My sister began lightly tracing her alphabet with a small finger on my unbandaged forehead.

“Hey there,” said the woman. She was back.

“I’m his sister.”

“I’m Eva. Looks like somebody got some bandages removed.”

I heard Eva moving about, and then my sister leaned in again. “She’s brown!”

Sings at night. I tried to write on the blackboard. Pretty sound. I wrote beneath.

I could hear my sister sounding out the words.

Eva was at my right side, wedging a cool glass thermometer under my arm, and strapping the blood-pressure cuff on my arm. When I heard the final hiss of air being released, I waggled my fingertips, and she placed her warm hand over them.

“Another day or two, we’ll let you open up those eyes and we’ll take a look.” Then to my mother, “The nose splints can come out in a week, but his jaw will stay wired for 5, maybe 6 weeks. We’ll see how it’s healing.”

Eva was lightly pinching the tips of my fingers. I could feel them warming.

“What are you doing? What is she doing?” asked my mother, her voice rising.

“I’m encouraging circulation.” Said Eva, her voice like the first warm night of Spring.

“She sings to him at night,” my sister added, helpfully.

I couldn’t see it, obviously, but I recognized my mother’s disapproving glare.

“Is that necessary?” I could see Mom’s head moving nervously in pigeon-like abruptness.

“Nurse. Um...” I assume that the Doctor must have gestured with his eyebrows. She took her time removing the cuff and the thermometer. Then she touched my shoulder and I heard her leave the room.

My mother had her views, but I don’t know how vocal she would have been, or whether or not she would have said something to the Doctor, but Nurse Eva didn’t come back to my room for the rest of my time there.

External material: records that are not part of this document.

"""Bad input: each file gets a one-line reason; nothing raises except a missing study folder."""

from __future__ import annotations

import os
import shutil
from pathlib import Path

import numpy as np
import pydicom
import pytest
from pydicom.data import get_testdata_file

from sigreport.errors import InputError
from sigreport.ingest import header as header_module
from sigreport.ingest import index_study, load_stack

from builders.dicom import classic_slices, save, write_classic_series


def _stored(n: int = 3) -> np.ndarray:
    return np.arange(n * 16, dtype=np.int16).reshape(n, 4, 4)


def _reasons(folder: Path) -> dict[str, str]:
    index = index_study(folder)
    for skipped in index.skipped:
        assert "\n" not in skipped.reason
    return {f.path.name: f.reason for f in index.skipped}


def test_missing_or_non_folder_study_dir(tmp_path: Path) -> None:
    with pytest.raises(InputError, match="does not exist"):
        index_study(tmp_path / "nope")
    (tmp_path / "file").write_text("x")
    with pytest.raises(InputError, match="is not a folder"):
        index_study(tmp_path / "file")


def test_empty_folder_gives_zero_stacks(tmp_path: Path) -> None:
    index = index_study(tmp_path)
    assert index.stacks == () and index.skipped == ()


def test_non_dicom_file(tmp_path: Path) -> None:
    (tmp_path / "notes.txt").write_text("not an image\n" * 20)
    (tmp_path / "empty").write_bytes(b"")
    reasons = _reasons(tmp_path)
    assert reasons["notes.txt"].startswith("not a DICOM file")
    assert reasons["empty"].startswith(("not a DICOM file", "truncated"))


def test_bundled_truncated_file(tmp_path: Path) -> None:
    # pydicom's MR_truncated.dcm: pixel data element declares more bytes than the file holds.
    shutil.copy(get_testdata_file("MR_truncated.dcm", download=False), tmp_path / "t.dcm")
    assert (
        _reasons(tmp_path)["t.dcm"] == "truncated: pixel data declares 8192 bytes, file holds 8130"
    )


def test_file_cut_inside_the_header(tmp_path: Path) -> None:
    (path,) = write_classic_series(tmp_path, _stored(1))
    data = path.read_bytes()
    path.write_bytes(data[:300])  # inside the group 0008 elements
    reason = _reasons(tmp_path)[path.name]
    assert reason.startswith(("truncated", "not readable as DICOM", "missing", "no pixel data"))


def test_file_without_pixel_data(tmp_path: Path) -> None:
    ds = classic_slices(_stored(1))[0]
    del ds.PixelData
    save(ds, tmp_path / "nopix.dcm")
    assert _reasons(tmp_path)["nopix.dcm"] == "no pixel data"


def test_non_mr_modality(tmp_path: Path) -> None:
    shutil.copy(get_testdata_file("CT_small.dcm", download=False), tmp_path / "ct.dcm")
    assert _reasons(tmp_path)["ct.dcm"] == "modality CT (CT Image Storage), not MR"


def test_missing_geometry_tags(tmp_path: Path) -> None:
    ds = classic_slices(_stored(1))[0]
    del ds.ImagePositionPatient
    save(ds, tmp_path / "nogeo.dcm")
    reason = _reasons(tmp_path)["nogeo.dcm"]
    assert reason == "image without geometry: missing or malformed ImagePositionPatient (0020,0032)"


def test_malformed_orientation(tmp_path: Path) -> None:
    ds = classic_slices(_stored(1))[0]
    ds.ImageOrientationPatient = ["1", "0", "0", "1", "0", "0"]
    save(ds, tmp_path / "badiop.dcm")
    assert "is not two orthogonal unit vectors" in _reasons(tmp_path)["badiop.dcm"]


def test_unreadable_file(tmp_path: Path, monkeypatch: pytest.MonkeyPatch) -> None:
    (path,) = write_classic_series(tmp_path, _stored(1))
    path.chmod(0)
    if os.geteuid() == 0:  # root ignores file modes: make open() fail as it would for a user
        real_open = open

        def denying_open(file, *args, **kwargs):
            if Path(file) == path:
                raise PermissionError(13, "Permission denied", str(file))
            return real_open(file, *args, **kwargs)

        monkeypatch.setattr(header_module, "open", denying_open, raising=False)
    try:
        assert _reasons(tmp_path)[path.name] == "unreadable: permission denied"
    finally:
        path.chmod(0o644)


def test_good_files_survive_bad_neighbours(tmp_path: Path) -> None:
    write_classic_series(tmp_path / "good", _stored(4))
    (tmp_path / "junk.bin").write_bytes(os.urandom(500))
    shutil.copy(get_testdata_file("CT_small.dcm", download=False), tmp_path / "ct.dcm")
    index = index_study(tmp_path)
    assert len(index.stacks) == 1 and index.stacks[0].size[2] == 4
    assert {f.path.name for f in index.skipped} == {"junk.bin", "ct.dcm"}


def test_progress_is_called_per_file(tmp_path: Path) -> None:
    write_classic_series(tmp_path / "a" / "b", _stored(3))
    (tmp_path / "x.txt").write_text("hello")
    calls: list[tuple[str, int | None, int | None]] = []

    def progress(message: str, done: int | None = None, total: int | None = None) -> None:
        calls.append((message, done, total))

    index_study(tmp_path, progress=progress)
    assert calls == [("indexing files", k, 4) for k in (1, 2, 3, 4)]


def test_undecodable_pixels_name_the_file(tmp_path: Path) -> None:
    (path,) = write_classic_series(tmp_path, _stored(1), transfer_syntax=pydicom.uid.RLELossless)
    (stack,) = index_study(tmp_path).stacks
    ds = pydicom.dcmread(path)
    ds.PixelData = ds.PixelData[:20] + b"\x00" * (len(ds.PixelData) - 20)  # corrupt RLE header
    ds.save_as(path)
    with pytest.raises(InputError, match=rf"{path.name}: pixel data cannot be decoded"):
        load_stack(stack)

Perhaps if I had been older, I would’ve been angry, but as it was, I was just saddened.

My eyes were opened, and the flood of light and colors was nearly overwhelming. They said I could go home.

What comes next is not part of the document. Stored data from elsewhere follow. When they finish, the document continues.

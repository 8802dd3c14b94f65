"""sr_content builds, byte for byte, the content items highdicom's template classes build from the
same arguments (highdicom is the reference: its templates implement PS3.16 TID 300, 1501 and
4108); the SR's groups are built with sr_content for speed only."""

from __future__ import annotations

import highdicom as hd
import pytest
from pydicom.dataset import Dataset
from pydicom.filebase import DicomBytesIO
from pydicom.filewriter import write_dataset
from pydicom.sr.codedict import codes
from pydicom.sr.coding import Code
from pydicom.uid import MRImageStorage, generate_uid

from sigreport.report import sr_content
from sigreport.report.sr import UNIT_NONE, UNIT_PERCENT, grade_name, private

SOP = generate_uid()
ENHANCED_MR = "1.2.840.10008.5.1.4.1.1.4.1"  # Enhanced MR Image Storage (PS3.4 B.5)


def encoded(items) -> bytes:
    """The items as a Content Sequence in Explicit VR Little Endian (PS3.5 7.1.2)."""
    ds = Dataset()
    ds.ContentSequence = list(items)
    fp = DicomBytesIO()
    fp.is_little_endian, fp.is_implicit_VR = True, False
    write_dataset(fp, ds)
    return fp.getvalue()


@pytest.mark.parametrize(
    "value, derivation, method, images",
    [
        (523.8096, codes.cid7464.Mean, None, [(MRImageStorage, SOP, None)]),
        (1 / 3, codes.SCT.FifthPercentile, None, [(MRImageStorage, SOP, None)]),
        (-11.1, None, private("PAIR-FAT", "T1FS against T1"), []),
        (42, None, None, []),  # an int: no Floating Point Value, as highdicom writes it
        (
            2.0e-9,
            codes.cid7464.Median,
            None,
            [(ENHANCED_MR, SOP, [3]), (MRImageStorage, SOP, None)],
        ),
    ],
)
def test_a_measurement_is_highdicoms_tid_300(value, derivation, method, images):
    ours = sr_content.measurement(
        codes.DCM.MRSignalIntensity,
        value,
        UNIT_NONE,
        derivation=derivation,
        method=method,
        images=[sr_content.image_content(c, i, f) for c, i, f in images],
    )
    theirs = hd.sr.Measurement(
        name=codes.DCM.MRSignalIntensity,
        value=value,
        unit=UNIT_NONE,
        derivation=derivation,
        method=method,
        referenced_images=[
            hd.sr.SourceImageForMeasurement(c, i, referenced_frame_numbers=f) for c, i, f in images
        ]
        or None,
    )
    assert encoded([ours]) == encoded(theirs)


def test_evaluations_sites_and_tracking_are_highdicoms():
    assert encoded(
        [sr_content.code_content(grade_name("T2"), codes.cid6343.Hyperintense, "CONTAINS")]
    ) == encoded(hd.sr.QualitativeEvaluation(grade_name("T2"), codes.cid6343.Hyperintense))
    white_matter = Code("389080008", "SCT", "White Matter")
    for side in (None, codes.SCT.Right):
        assert encoded([sr_content.finding_site(white_matter, side)]) == encoded(
            [hd.sr.FindingSite(anatomic_location=white_matter, laterality=side)]
        )
    uid = generate_uid()
    assert encoded(sr_content.tracking_identifier(uid, "L1 (région frontale)")) == encoded(
        hd.sr.TrackingIdentifier(uid=uid, identifier="L1 (région frontale)")
    )


def test_long_code_values_are_written_as_highdicom_writes_them():
    # PS3.3 8.8: a code value over 16 characters is a Long Code Value, a URN a URN Code Value.
    long = private("B-" + "x" * 20, "a long behaviour key")
    urn = Code("urn:oid:2.16.840.1.113883.6.1", "LN", "LOINC by URN")
    for code in (long, urn):
        assert encoded([sr_content.code_content(long, code, "CONTAINS")]) == encoded(
            hd.sr.QualitativeEvaluation(long, code)
        )
    written = sr_content.code_content(long, urn, "CONTAINS")
    assert "LongCodeValue" in written.ConceptNameCodeSequence[0]
    assert "URNCodeValue" in written.ConceptCodeSequence[0]


def test_a_measurement_group_is_highdicoms_tid_1501():
    uid = generate_uid()
    site = Code("389080008", "SCT", "White Matter")
    image = (MRImageStorage, SOP)
    ours = sr_content.measurement_group(
        sr_content.tracking_identifier(uid, "L1 (right frontal white matter)"),
        finding_type=codes.SCT.Lesion,
        finding_sites=[sr_content.finding_site(site, codes.SCT.Right)],
        measurements=[
            sr_content.measurement(codes.SCT.Volume, 0.9, Code("ml", "UCUM", "milliliter")),
            sr_content.measurement(
                private("ENH-PCT", "Reference-normalized enhancement"), 84.0, UNIT_PERCENT
            ),
        ],
        evaluations=[
            sr_content.code_content(private("FLOW-VOID", "Flow void"), codes.SCT.Absent, "CONTAINS")
        ],
        source_images=[sr_content.image_content(*image, relationship="CONTAINS")],
    )
    theirs = hd.sr.MeasurementsAndQualitativeEvaluations(
        tracking_identifier=hd.sr.TrackingIdentifier(
            uid=uid, identifier="L1 (right frontal white matter)"
        ),
        finding_type=codes.SCT.Lesion,
        finding_sites=[hd.sr.FindingSite(anatomic_location=site, laterality=codes.SCT.Right)],
        measurements=[
            hd.sr.Measurement(
                name=codes.SCT.Volume, value=0.9, unit=Code("ml", "UCUM", "milliliter")
            ),
            hd.sr.Measurement(
                name=private("ENH-PCT", "Reference-normalized enhancement"),
                value=84.0,
                unit=UNIT_PERCENT,
            ),
        ],
        qualitative_evaluations=[
            hd.sr.QualitativeEvaluation(private("FLOW-VOID", "Flow void"), codes.SCT.Absent)
        ],
        source_images=[hd.sr.SourceImageForMeasurementGroup(*image)],
    )
    assert encoded([ours]) == encoded(theirs)
    # Read back by highdicom as its own template.
    [group] = hd.sr.MeasurementsAndQualitativeEvaluations.from_sequence([ours])
    assert group.ContentTemplateSequence[0].TemplateIdentifier == "1501"


def test_bad_arguments_are_refused_as_highdicom_refuses_them():
    with pytest.raises(ValueError, match="Code meaning can have maximally 64 characters"):
        sr_content.code_content(Code("X", "99SIGRPT", "m" * 65), codes.SCT.Yes, "CONTAINS")
    with pytest.raises(ValueError, match="Referenced frame numbers must be >= 1"):
        sr_content.image_content(ENHANCED_MR, SOP, [0])
    with pytest.raises(TypeError, match='Argument "value" must have type'):
        sr_content.measurement(codes.SCT.Volume, "0.9", UNIT_NONE)  # type: ignore[arg-type]
    with pytest.raises(ValueError, match="tracking unique identifier"):
        sr_content.measurement_group(sr_content.tracking_identifier(SOP, "L1")[:1])
    with pytest.raises(ValueError):
        sr_content.measurement(codes.SCT.Volume, float("nan"), UNIT_NONE)  # not a DS (PS3.5)


def _sequence_bytes(items) -> bytes:
    """pydicom's encoding of ``items`` as a Content Sequence, without the element's header."""
    return encoded(items)[12:]  # tag (4), VR and reserved (4), 32-bit length (4): PS3.5 7.1.2


def test_encode_items_writes_what_pydicom_writes():
    group = sr_content.measurement_group(
        sr_content.tracking_identifier(generate_uid(), "L1 (région frontale, 3 mm)"),
        finding_type=codes.SCT.Lesion,
        measurements=[
            sr_content.measurement(
                codes.DCM.MRSignalIntensity,
                value,
                UNIT_NONE,
                derivation=codes.cid7464.Mean,
                images=[sr_content.image_content(ENHANCED_MR, SOP, [1, 12])],
            )
            for value in (1 / 3, 523.8096, 7, -0.0, 1e20)
        ],
        evaluations=[
            sr_content.code_content(
                private("B-" + "x" * 20, "long"), Code("urn:oid:1.2.3", "X", "urn"), "CONTAINS"
            )
        ],
    )
    # No Specific Character Set: pydicom's default, ISO 8859-1 ("iso8859", PS3.5 6.1.2.1).
    assert sr_content.encode_items([group], "iso8859") == _sequence_bytes([group])
    # The document's character set (inherited by every item, PS3.5 7.5.3) encodes the text.
    utf8 = Dataset()
    utf8.SpecificCharacterSet = "ISO_IR 192"
    utf8.ContentSequence = [group]
    fp = DicomBytesIO()
    fp.is_little_endian, fp.is_implicit_VR = True, False
    write_dataset(fp, utf8)
    assert fp.getvalue().endswith(sr_content.encode_items([group], "UTF8"))


def test_encode_items_leaves_what_it_does_not_know_to_pydicom():
    text = sr_content.text_content(codes.DCM.Comment, "漢字", "CONTAINS")
    with pytest.raises(sr_content.NotEncodable):
        sr_content.encode_items([text], "latin_1")  # not in ISO 8859-1: pydicom decides
    person = Dataset()
    person.PersonName = "Doe^Jane"  # PN: not a VR this module writes
    with pytest.raises(sr_content.NotEncodable):
        sr_content.encode_items([person], "latin_1")
    own_charset = sr_content.text_content(codes.DCM.Comment, "x", "CONTAINS")
    own_charset.SpecificCharacterSet = "ISO_IR 100"
    with pytest.raises(sr_content.NotEncodable):
        sr_content.encode_items([own_charset], "latin_1")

Mom wheeled me to the front door, with my sister skipping alongside the hospital’s wheelchair. Mom set the brake near the curb outside the front doors of the hospital. She ordered us not to move while she went to retrieve the car. My sister and I watched her walk towards the parking structure with her small urgent steps.

My sister was behind me leaning her arms on the handles of the wheelchair, when she called out, “It’s her!” Her arm shot past my left ear and arrowed towards the bus shelter. “Eva!”

I followed the line of her arm and index finger and saw the tall, tired, elegant figure of a woman waiting patiently for a bus.

I tapped the arm of the chair with the cast on my right arm and tried to point. I felt my kid sister fussing with the brakes before they clicked free and she pushed me towards the bus stop. I stared at Eva and her voice and image assembled in my head, she couldn’t have looked any other way.

My sister wheeled me up to her. Her eyes were closed as she appeared to sway to an unheard melody.

“Eva!” my sister’s voice rang out.

Eva’s eyes opened and she looked down at the two of us. Her face broke into a sad smile. I smiled back and waggled my fingers.

She folded herself over and hugged me. Before she straightened up, she whispered in my ear: “Keep those eyes open.”

My mother’s car pulled up to the curb and my sister spun me away.